──────── DATA SUPPLIED

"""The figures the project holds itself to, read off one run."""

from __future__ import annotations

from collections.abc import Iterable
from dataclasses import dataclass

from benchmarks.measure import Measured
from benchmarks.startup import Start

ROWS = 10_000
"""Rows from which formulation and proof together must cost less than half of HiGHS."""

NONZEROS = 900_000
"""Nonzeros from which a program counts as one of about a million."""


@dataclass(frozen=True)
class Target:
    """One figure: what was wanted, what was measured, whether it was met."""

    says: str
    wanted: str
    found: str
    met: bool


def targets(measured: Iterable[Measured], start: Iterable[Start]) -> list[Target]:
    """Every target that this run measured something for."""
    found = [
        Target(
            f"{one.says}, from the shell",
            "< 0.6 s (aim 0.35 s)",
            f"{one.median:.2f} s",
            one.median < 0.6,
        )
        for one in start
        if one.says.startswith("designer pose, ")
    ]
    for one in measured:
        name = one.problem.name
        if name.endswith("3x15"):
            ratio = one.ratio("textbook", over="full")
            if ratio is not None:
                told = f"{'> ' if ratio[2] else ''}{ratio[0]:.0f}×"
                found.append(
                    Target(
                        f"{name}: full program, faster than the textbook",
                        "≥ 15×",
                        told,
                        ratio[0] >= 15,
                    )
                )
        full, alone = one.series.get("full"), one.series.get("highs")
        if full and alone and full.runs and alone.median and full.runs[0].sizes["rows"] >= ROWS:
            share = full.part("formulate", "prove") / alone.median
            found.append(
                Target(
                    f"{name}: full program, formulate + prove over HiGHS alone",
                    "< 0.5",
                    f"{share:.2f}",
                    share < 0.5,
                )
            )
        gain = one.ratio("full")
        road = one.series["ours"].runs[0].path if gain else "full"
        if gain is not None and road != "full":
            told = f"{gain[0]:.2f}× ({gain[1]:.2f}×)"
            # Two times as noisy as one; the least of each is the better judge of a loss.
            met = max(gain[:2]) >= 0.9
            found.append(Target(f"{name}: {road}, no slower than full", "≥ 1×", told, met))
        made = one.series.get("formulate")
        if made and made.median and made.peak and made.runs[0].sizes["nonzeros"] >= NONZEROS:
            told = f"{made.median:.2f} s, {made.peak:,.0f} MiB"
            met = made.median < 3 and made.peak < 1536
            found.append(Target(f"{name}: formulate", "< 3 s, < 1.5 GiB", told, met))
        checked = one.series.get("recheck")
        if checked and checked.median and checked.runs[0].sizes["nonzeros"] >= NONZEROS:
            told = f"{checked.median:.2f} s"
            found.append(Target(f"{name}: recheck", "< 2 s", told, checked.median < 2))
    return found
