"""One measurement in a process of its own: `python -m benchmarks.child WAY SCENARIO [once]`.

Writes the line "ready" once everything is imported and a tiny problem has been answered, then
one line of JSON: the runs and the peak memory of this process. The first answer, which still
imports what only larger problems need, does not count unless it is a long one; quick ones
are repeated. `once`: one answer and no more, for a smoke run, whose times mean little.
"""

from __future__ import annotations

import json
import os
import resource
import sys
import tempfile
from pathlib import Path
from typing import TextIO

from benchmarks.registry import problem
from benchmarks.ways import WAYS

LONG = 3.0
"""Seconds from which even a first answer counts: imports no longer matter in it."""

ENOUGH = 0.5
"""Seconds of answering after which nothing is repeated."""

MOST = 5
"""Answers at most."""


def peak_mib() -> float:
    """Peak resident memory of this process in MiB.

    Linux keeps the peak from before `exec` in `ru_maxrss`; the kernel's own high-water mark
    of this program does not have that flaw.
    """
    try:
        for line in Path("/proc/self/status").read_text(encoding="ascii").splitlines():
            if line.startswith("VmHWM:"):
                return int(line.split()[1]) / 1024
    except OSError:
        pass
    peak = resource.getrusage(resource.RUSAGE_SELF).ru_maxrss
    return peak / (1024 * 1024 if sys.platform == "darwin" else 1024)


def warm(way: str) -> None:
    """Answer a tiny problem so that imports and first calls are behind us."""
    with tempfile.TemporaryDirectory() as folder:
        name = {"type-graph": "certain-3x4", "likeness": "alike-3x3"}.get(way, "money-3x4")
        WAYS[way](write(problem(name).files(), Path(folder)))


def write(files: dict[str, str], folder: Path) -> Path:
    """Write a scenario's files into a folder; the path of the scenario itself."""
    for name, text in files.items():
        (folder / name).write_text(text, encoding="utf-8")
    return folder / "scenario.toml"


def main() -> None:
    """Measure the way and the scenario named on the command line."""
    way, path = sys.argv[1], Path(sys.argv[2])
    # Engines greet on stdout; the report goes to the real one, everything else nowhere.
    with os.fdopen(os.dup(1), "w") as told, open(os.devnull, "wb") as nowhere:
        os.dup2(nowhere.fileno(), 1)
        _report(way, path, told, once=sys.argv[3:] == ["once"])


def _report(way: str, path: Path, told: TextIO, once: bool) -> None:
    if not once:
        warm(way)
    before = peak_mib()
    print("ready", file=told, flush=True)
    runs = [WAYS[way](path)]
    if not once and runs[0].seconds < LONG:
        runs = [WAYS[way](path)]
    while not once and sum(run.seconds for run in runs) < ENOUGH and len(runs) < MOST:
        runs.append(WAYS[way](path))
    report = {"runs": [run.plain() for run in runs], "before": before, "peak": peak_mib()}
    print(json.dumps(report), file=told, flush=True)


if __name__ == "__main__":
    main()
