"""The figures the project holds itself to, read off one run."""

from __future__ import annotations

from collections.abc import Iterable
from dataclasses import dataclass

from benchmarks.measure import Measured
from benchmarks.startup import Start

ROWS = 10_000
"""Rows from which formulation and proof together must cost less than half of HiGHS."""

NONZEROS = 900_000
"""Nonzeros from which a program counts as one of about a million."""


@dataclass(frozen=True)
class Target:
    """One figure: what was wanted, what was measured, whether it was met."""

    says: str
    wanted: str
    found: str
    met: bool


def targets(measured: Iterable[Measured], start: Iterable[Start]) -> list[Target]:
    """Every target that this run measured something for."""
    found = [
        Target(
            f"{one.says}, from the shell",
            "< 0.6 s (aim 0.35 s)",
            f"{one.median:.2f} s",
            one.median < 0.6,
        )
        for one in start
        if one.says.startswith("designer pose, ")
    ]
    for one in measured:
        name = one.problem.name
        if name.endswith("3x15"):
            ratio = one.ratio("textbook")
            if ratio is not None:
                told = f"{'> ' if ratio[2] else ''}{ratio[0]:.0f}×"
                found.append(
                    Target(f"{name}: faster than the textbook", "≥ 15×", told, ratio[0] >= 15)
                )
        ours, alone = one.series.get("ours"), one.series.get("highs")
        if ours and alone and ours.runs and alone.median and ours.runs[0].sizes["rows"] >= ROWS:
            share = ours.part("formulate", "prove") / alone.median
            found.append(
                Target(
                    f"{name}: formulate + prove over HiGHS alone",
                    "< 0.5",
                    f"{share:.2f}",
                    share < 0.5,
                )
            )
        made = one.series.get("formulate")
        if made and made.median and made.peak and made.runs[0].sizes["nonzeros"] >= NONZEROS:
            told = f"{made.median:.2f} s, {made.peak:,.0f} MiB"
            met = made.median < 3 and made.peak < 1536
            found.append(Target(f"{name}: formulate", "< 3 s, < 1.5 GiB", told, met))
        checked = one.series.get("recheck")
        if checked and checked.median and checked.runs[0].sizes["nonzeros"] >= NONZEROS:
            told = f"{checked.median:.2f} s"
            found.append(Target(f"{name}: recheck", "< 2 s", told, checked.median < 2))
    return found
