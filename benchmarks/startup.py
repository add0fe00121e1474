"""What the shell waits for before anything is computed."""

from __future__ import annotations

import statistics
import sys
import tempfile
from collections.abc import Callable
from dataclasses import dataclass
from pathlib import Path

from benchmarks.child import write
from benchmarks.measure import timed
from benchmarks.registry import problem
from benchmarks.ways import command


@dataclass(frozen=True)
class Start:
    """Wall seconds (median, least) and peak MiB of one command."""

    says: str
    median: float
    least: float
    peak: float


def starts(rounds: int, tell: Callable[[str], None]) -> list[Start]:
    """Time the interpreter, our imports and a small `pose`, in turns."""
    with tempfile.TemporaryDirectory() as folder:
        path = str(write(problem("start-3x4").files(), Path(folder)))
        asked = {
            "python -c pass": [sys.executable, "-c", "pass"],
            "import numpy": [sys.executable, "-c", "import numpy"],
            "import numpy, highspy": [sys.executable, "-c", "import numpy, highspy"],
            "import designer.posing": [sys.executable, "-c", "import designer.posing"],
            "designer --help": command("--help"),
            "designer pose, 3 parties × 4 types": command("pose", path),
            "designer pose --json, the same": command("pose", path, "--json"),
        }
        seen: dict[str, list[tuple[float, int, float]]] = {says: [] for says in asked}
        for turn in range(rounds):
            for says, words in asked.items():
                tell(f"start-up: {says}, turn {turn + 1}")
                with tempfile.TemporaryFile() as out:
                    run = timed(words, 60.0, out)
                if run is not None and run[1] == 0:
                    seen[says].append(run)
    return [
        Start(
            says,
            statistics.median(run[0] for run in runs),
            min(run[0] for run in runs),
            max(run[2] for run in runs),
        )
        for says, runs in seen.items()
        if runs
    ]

────────────────

WORK REQUEST ▸
Determine how many lines in the data above contain the string "everything". Give nothing except the number.

TASK RESPONSE ▸
2